I am silently sitting here with a thousand thoughts flying around in my head bumping into one another and making silent explosions which confuse me, shock me and at times makes me pause to rethink my thoughts, to try to make some sense of everything that is happening. To go back to point A and work my way through this maze and end up with some kind of a solution, is tedious as I don't know where point A really is. I want to make things right this time. I want to do things with a smile on my face knowing that I did it right this time... but its difficult just like it always is.
My foundations are shaky and my room is still in a mess. Reorganising my life is no easy task. Discard and keep... Discard and keep. Piles upon piles of things are scattered in my mind and on my floor. So many memories are taken out to be aired and to be remembered. Some taken out to be smiled upon, some to be frowned upon and even some to be cried over and to be laughed over and then to be stored up again in some place where no one will ever know. Then there are those things that just don't add up. That hang by lose threads.
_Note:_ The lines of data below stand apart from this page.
def meet_pH(
    tank_pH: Callable[[Array, NDArray[np.int64]], Array],
    target: Array,
    upper: Array,
    rising: Mask,
) -> Array:
    """Find the amounts at which ``tank_pH(amount, rows)`` meets ``target`` (all arrays (N,)).

    ``rising`` says whether pH rises with the amount. Rows that cannot reach the target below
    ``upper``, or that start beyond it, return NaN.
    """
    count = target.size
    grid = np.concatenate([[0.0], np.geomspace(1e-4, 1.0, 25)])
    rows = np.repeat(np.arange(count), grid.size)
    amounts = (upper[:, None] * grid).ravel()
    pH = tank_pH(amounts, rows).reshape(count, grid.size)
    sign = np.where(rising, 1.0, -1.0)
    gap = (pH - target[:, None]) * sign[:, None]
    gap = np.where(np.isfinite(gap), gap, np.inf)
    reached = gap >= 0.0
    first = reached.argmax(axis=1)
    answer = np.full(count, np.nan)
    # at the target already: no dose; beyond it: this reagent only leads further away
    answer[reached[:, 0] & (gap[:, 0] < 1e-6)] = 0.0
    todo = np.flatnonzero(reached.any(axis=1) & ~reached[:, 0])
    low = upper[todo] * grid[first[todo] - 1]
    high = upper[todo] * grid[first[todo]]
    g_low = gap[todo, first[todo] - 1]
    g_high = gap[todo, first[todo]]
    side = np.zeros(todo.size)
    mid = high.copy()
    for step in range(80):
        if todo.size == 0:
            break
        # regula falsi with the Illinois rule, and a bisection every third step for the jumps
        with np.errstate(invalid="ignore"):
            mid = (low * g_high - high * g_low) / (g_high - g_low)
        bad = ~np.isfinite(mid) | (mid <= low) | (mid >= high)
        mid = np.where(bad | (step % 3 == 2), 0.5 * (low + high), mid)
        g_mid = (tank_pH(mid, todo) - target[todo]) * sign[todo]
        g_mid = np.where(np.isfinite(g_mid), g_mid, g_high)
        up = g_mid >= 0.0
        g_low = np.where(up & (side == 1), g_low * 0.5, g_low)
        g_high = np.where(~up & (side == -1), g_high * 0.5, g_high)
        high, g_high = np.where(up, mid, high), np.where(up, g_mid, g_high)
        low, g_low = np.where(up, low, mid), np.where(up, g_low, g_mid)
        side = np.where(up, 1.0, -1.0)
        done = (abs(g_mid) < 1e-9) | (high - low < 1e-12 * high)
        answer[todo[done]] = mid[done]
        keep = ~done
        todo, low, high = todo[keep], low[keep], high[keep]
        g_low, g_high, side = g_low[keep], g_high[keep], side[keep]
    answer[todo] = high
    return answer


#: scale of the potential's part of `lead_coordinate`; the dose's part is scaled by the feed
COORDINATE_DECADES = 10.0


def lead_coordinate(
    model: PlantModel, ln_activity: Array, lead: NDArray[np.int64], dose_kg_per_h: Array
) -> Array:
    """Where a stage stands on its lead reagent's axis (N,).

    The chemical potential of the reagent (for a base, nearly its pH) plus its dose, both scaled.
    Each alone is flat somewhere: the dose hardly moves across a pH jump, the potential hardly in a
    buffer. Both rise with the dose (the Gibbs energy is convex), so their sum is well scaled.
    """
    stoichiometry = model.reagent_components[lead]
    h = model.system.components.index("H+")
    equivalents = np.maximum(abs(stoichiometry[:, h]), 1.0)
    x = ln_activity
    terms = np.where(stoichiometry != 0.0, stoichiometry * np.where(np.isfinite(x), x, -700.0), 0.0)
    potential = terms.sum(axis=1) / LN10 / equivalents
    eq = dose_kg_per_h * model.reagent_rates[lead, 0] * equivalents
    feed_kg = float(model.feed.water[0]) * WATER_KG_PER_MOL
    scale = feed_kg * model.coordinate_eq_per_kg
    return np.asarray(potential / COORDINATE_DECADES + eq / scale)


def _meet_coordinate(
    model: PlantModel, tank: _Tank, dose: Array, stage: int, orders: Orders, start: States | None
) -> tuple[Array, States | None]:
    """Doses at which the lead reagents stand at their coordinates, and the states reached."""
    target = orders.coordinate[:, stage]
    rows = np.flatnonzero(np.isfinite(target))
    if rows.size == 0:
        return dose, start
    dose = dose.copy()
    lead = orders.lead[rows, stage]
    goal = target[rows]
    unit = float(model.feed.water[0]) * WATER_KG_PER_MOL * model.coordinate_eq_per_kg
    h = model.system.components.index("H+")
    equivalents = np.maximum(abs(model.reagent_components[lead, h]), 1.0)
    per_unit = unit / (model.reagent_rates[lead, 0] * equivalents)  # kg/h per unit of coordinate
    amount = np.maximum(orders.guess_kg_per_h[rows, stage], 1e-9 * per_unit)
    low, high = np.zeros(rows.size), np.full(rows.size, np.inf)
    g_low, g_high = np.full(rows.size, -np.inf), np.full(rows.size, np.inf)
    best = amount.copy()
    states = start
    open_rows = np.ones(rows.size, dtype=bool)
    last_amount, last_gap = np.full(rows.size, np.nan), np.full(rows.size, np.nan)
    hinted = orders.guess_slope[rows, stage]
    for step in range(60):
        trial = dose.copy()
        trial[rows, lead] = amount
        totals, water = _with_dose(model, tank, trial)
        states = _react(model, totals, water, states)
        gap = lead_coordinate(model, states.ln_activity[rows], lead, amount) - goal
        gap = np.where(states.status[rows] == 0, gap, np.inf)
        best = np.where(open_rows, amount, best)
        open_rows &= ~(abs(gap) < 1e-11)
        if not open_rows.any():
            break
        above = gap > 0.0
        high, g_high = np.where(above, amount, high), np.where(above, gap, g_high)
        low, g_low = np.where(above, low, amount), np.where(above, g_low, gap)
        with np.errstate(invalid="ignore", divide="ignore"):
            slope = (gap - last_gap) / (amount - last_amount) if step else hinted
            # the dose part alone bounds the slope from below
            slope = np.where(np.isfinite(slope) & (slope > 1.0 / per_unit), slope, 1.0 / per_unit)
            proposal = amount - gap / slope
            middle = np.where(np.isfinite(high), 0.5 * (low + high), 2.0 * amount)
            # far below the bracket's top the potential moves with the logarithm of the dose
            middle = np.where(
                np.isfinite(high) & (low < 0.05 * high), np.sqrt(np.maximum(low, 1e-4 * high) * high),
                middle,
            )  # fmt: skip
        inside = (proposal > low) & (proposal < high) & np.isfinite(proposal)
        use = inside & ((step % 4 != 3) | ~np.isfinite(high))
        last_amount, last_gap = amount, gap
        amount = np.where(open_rows, np.where(use, proposal, middle), amount)
        open_rows &= ~(np.isfinite(high) & (high - low < 1e-14 * high))
    dose[rows, lead] = best
    return dose, states


def _set_doses(model: PlantModel, tank: _Tank, stage: int, orders: Orders) -> tuple[Array, Mask]:
    """Doses (N, R) with the pH targets met, and a mask of rows whose target was out of reach."""
    target = orders.pH_target[:, stage]
    rows_here = np.flatnonzero(np.isfinite(target))
    dose = tank.dose.copy()
    missed = np.zeros(target.size, dtype=bool)
    if rows_here.size == 0:
        return dose, missed
    reagent = orders.lead[rows_here, stage]
    reacting = model.reagent_rates[reagent, 0]
    h = model.system.components.index("H+")
    # acids bring protons, bases take them: the sign decides which way the pH moves
    protons = model.reagent_components[reagent, h]
    equivalents = np.maximum(abs(protons), 1.0)
    # an upper dose of some 8 eq per kg of water is beyond any practical train
    upper = 8.0 * tank.water[rows_here] * WATER_KG_PER_MOL / (equivalents * reacting)

    def tank_pH(amount: Array, rows: NDArray[np.int64]) -> Array:
        trial = dose[rows_here[rows]].copy()
        trial[np.arange(rows.size), reagent[rows]] += amount
        part = _Tank(
            tank.totals[rows_here[rows]], tank.water[rows_here[rows]], tank.rest, trial,
            tank.oxidised, tank.oxidant_kg, tank.oxidant_m3,
        )  # fmt: skip
        totals, water = _with_dose(model, part, trial)
        states = _react(model, totals, water)
        return np.where(states.status == 0, states.pH, np.nan)

    carbonate = (
        model.reagent_components[reagent, model.system.components.index("CO3-2")]
        if "CO3-2" in model.system.components
        else np.zeros(reagent.size)
    )
    rising = (protons < 0.0) | ((protons == 0.0) & (carbonate > 0.0))
    amount = meet_pH(tank_pH, target[rows_here], upper, rising)
    out = ~np.isfinite(amount)
    missed[rows_here[out]] = True
    dose[rows_here, reagent] += np.where(out, 0.0, amount)
    return dose, missed


def _settle(model: PlantModel, pulp: Stream, solvent: Array) -> tuple[Stream, Stream, Array, Mask]:
    """Split pulp into cake and overflow.

    The cake holds its moisture in liquor; the overflow carries fines of the pulp's own solids up to
    its stated suspended solids. Returns cake, overflow, solvent in the cake, and the rows in which
    the cake would drink all the liquor.
    """
    ks = model.system.solids_count
    mass = pulp.solids * model.solid_g_per_mol[:ks] / 1000.0  # kg/h
    left_over = pulp.unreacted @ model.reagent_g_per_mol / 1000.0
    precipitate = mass.sum(axis=1)
    dry = precipitate + left_over + pulp.inert
    default = model.flowsheet.plant.cake_moisture["hydroxide"]
    default_ratio = default / (1.0 - default)
    ratio = np.divide(
        mass @ model.water_per_dry_kg,
        precipitate,
        out=np.full(dry.size, default_ratio),
        where=precipitate > 0.0,
    )
    salts_g = pulp.totals @ model.component_g_per_mol + pulp.idle @ model.reagent_g_per_mol
    salts = salts_g / 1000.0 / solvent
    # moisture is water over (water + solids + salts): w(1-x) = x(s + salts w)
    share = ratio / (1.0 + ratio)
    ratio = share / (1.0 - share - share * salts)
    volume_per_kg = model.volume_L_per_h(pulp, solvent) / solvent
    tss = model.flowsheet.plant.overflow_solids_mg_per_L * 1e-6 * volume_per_kg  # kg per kg water
    # f S = tss (W - ratio (1-f) S), f the share of the solids that stays in the overflow
    with np.errstate(divide="ignore", invalid="ignore"):
        fines = tss * (solvent - ratio * dry) / (dry * (1.0 - tss * ratio))
    fines = np.where(dry > 0.0, np.clip(fines, 0.0, 1.0), 1.0)
    cake_water = ratio * (1.0 - fines) * dry
    dried_out = cake_water > 0.9 * solvent
    part = np.minimum(cake_water / solvent, 0.9)  # share of the liquor held by the cake

    def cut(liquor: Array, solid: Array) -> Stream:
        return Stream(
            totals=pulp.totals * liquor[:, None],
            water=pulp.water * liquor,
            solids=pulp.solids * solid[:, None],
            unreacted=pulp.unreacted * solid[:, None],
            idle=pulp.idle * liquor[:, None],
            inert=pulp.inert * solid,
            gas=np.zeros_like(pulp.gas),
        )

    return cut(part, 1.0 - fines), cut(1.0 - part, fines), part * solvent, dried_out


#: heat of the reactions that matter, kJ per mol (CODATA key values; NBS tables 1982; memory)
NEUTRALISATION_KJ_PER_MOL = 55.8
SLAKED_HEAT_KJ_PER_MOL = {"CaO": 64.0, "MgO": 37.0}


def _heat_rise(model: PlantModel, tank: _Tank, dose: Array, solvent: Array) -> Array:
    """Temperature rise from neutralisation and slaking, K, an upper estimate."""
    h = model.system.components.index("H+")
    acid = np.maximum(tank.totals[:, h], 0.0)
    base = -(dose * model.reagent_rates[:, 0]) @ np.minimum(model.reagent_components[:, h], 0.0)
    kJ = NEUTRALISATION_KJ_PER_MOL * np.minimum(base, acid)
    for i, reagent in enumerate(model.flowsheet.reagents.values()):
        slaking = SLAKED_HEAT_KJ_PER_MOL.get(reagent.formula, 0.0)
        kJ = kJ + slaking * dose[:, i] * model.reagent_rates[i, 0]
    return kJ / (solvent * 4.18)


def _stage(
    model: PlantModel, inflow: Stream, stage: int, orders: Orders, start: States | None
) -> tuple[StageRun, Mask, Mask, Mask]:
    tank = _fill(model, inflow, stage, orders)
    dose, missed = _set_doses(model, tank, stage, orders)
    dose, start = _meet_coordinate(model, tank, dose, stage, orders, start)
    totals, water = _with_dose(model, tank, dose)
    states = _react(model, totals, water, start)
    solved = states.status == 0
    solvent = np.where(solved, states.water_kg, 1.0)
    system = model.system
    ks = system.solids_count
    phases = np.where(solved[:, None], states.phase_mol_per_kg, 0.0) * solvent[:, None]
    rates = model.reagent_rates
    # traces from their own molalities: the difference of totals and solids would drown them in
    # rounding, and could leave them negative; protons, which have either sign, by difference
    in_liquor = states.dissolved_mol_per_kg * solvent[:, None]
    h = system.components.index("H+")
    in_liquor[:, h] = totals[:, h] - phases @ system.A[:, h]
    water_left = water - phases @ system.A_water
    pulp = Stream(
        totals=np.where(solved[:, None], in_liquor, 0.0),
        water=np.where(solved, water_left, 1.0),
        solids=phases[:, :ks],
        unreacted=tank.rest.unreacted + dose * rates[:, 1],
        idle=tank.rest.idle + dose * rates[:, 2],
        inert=tank.rest.inert + dose @ rates[:, 3],
        gas=phases[:, ks:],
    )
    cake, overflow, cake_solvent, dried = _settle(model, pulp, solvent)
    run = StageRun(
        states=states,
        dose_kg_per_h=dose,
        make_up_water_kg_per_h=dose @ rates[:, 5],
        oxidised_mol_per_h=tank.oxidised,
        oxidant_kg_per_h=tank.oxidant_kg,
        oxidant_m3_per_h=tank.oxidant_m3,
        vented_mol_per_h=phases[:, ks:],
        pulp=pulp,
        cake=cake,
        overflow=overflow,
        solvent_kg_per_h=solvent,
        cake_solvent_kg_per_h=cake_solvent,
        heat_K=_heat_rise(model, tank, dose, solvent),
    )
    return run, solved, missed, dried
There are the friends that you need but was never there, perhaps they had something more important to do. Then there are the friends that tell you that you are their world, their best friend and the whole shebang and yet they laugh at you and ridicule you and just treat you bad. And of course there are those that pretend to be your friend so that they can borrow your homework and assignments and use them without risking their brain cells and then there are also those friends that you hold on to for dear life only to realize that they left a long time ago.
I am scared and lonely. My heart is shaky and tears well up behind my eyes. I try to keep them there behind the barricades, but its hard. Friends from my past have come up to me and said that I have changed - more anal, more boring, that suddenly I am not that girl that they knew. Everyone is taking weed they say - its no big deal. Everyone is binge drinking - its no big deal. And the list goes on about what 'everyone is doing' except me. But I am not the least bit bothered because for once in my life I know that this is who I am.
*DreamWeaver* - slightly strange, loves to scrapbook and read, loves to listen to music and have long chats with friends and am overall simple. There are times when I contradict myself and there are times when I do things that shock people and myself but they are done because there was sometimes no choice and sometimes done at the spur of the moment but all in all I have no regrets. I don't need to try weed to see and feel what others do. I do not need to binge drink and wake up not knowing where I am. I don't need to pretend to be someone I am not because I for once know who I am. I can cry when I want to, laugh when I want to and be anything I want to be... if God is willing and if I try my very best.
I am sad and lonely because there are so many people that do not understand, but honestly I don't think I need them to understand. Starting out on ones journey is never easy and I may fall along the way perhaps tomorrow, but I know that as long as I know roughly who I am and I am happy inside, then things will be okay. Its sad that when you grow up you leave behind so manyh pieces of yourself with people and I only hope that they can return me all the pieces of who I was, all that I taught them, all the hope I gave them so that I can remember better who I was and all I stood for before... But its impossible.
Its just me rambling on and on again as awlays. But I know that this time round... somethings have to change. I can't live like this anymore and I don't think I want to.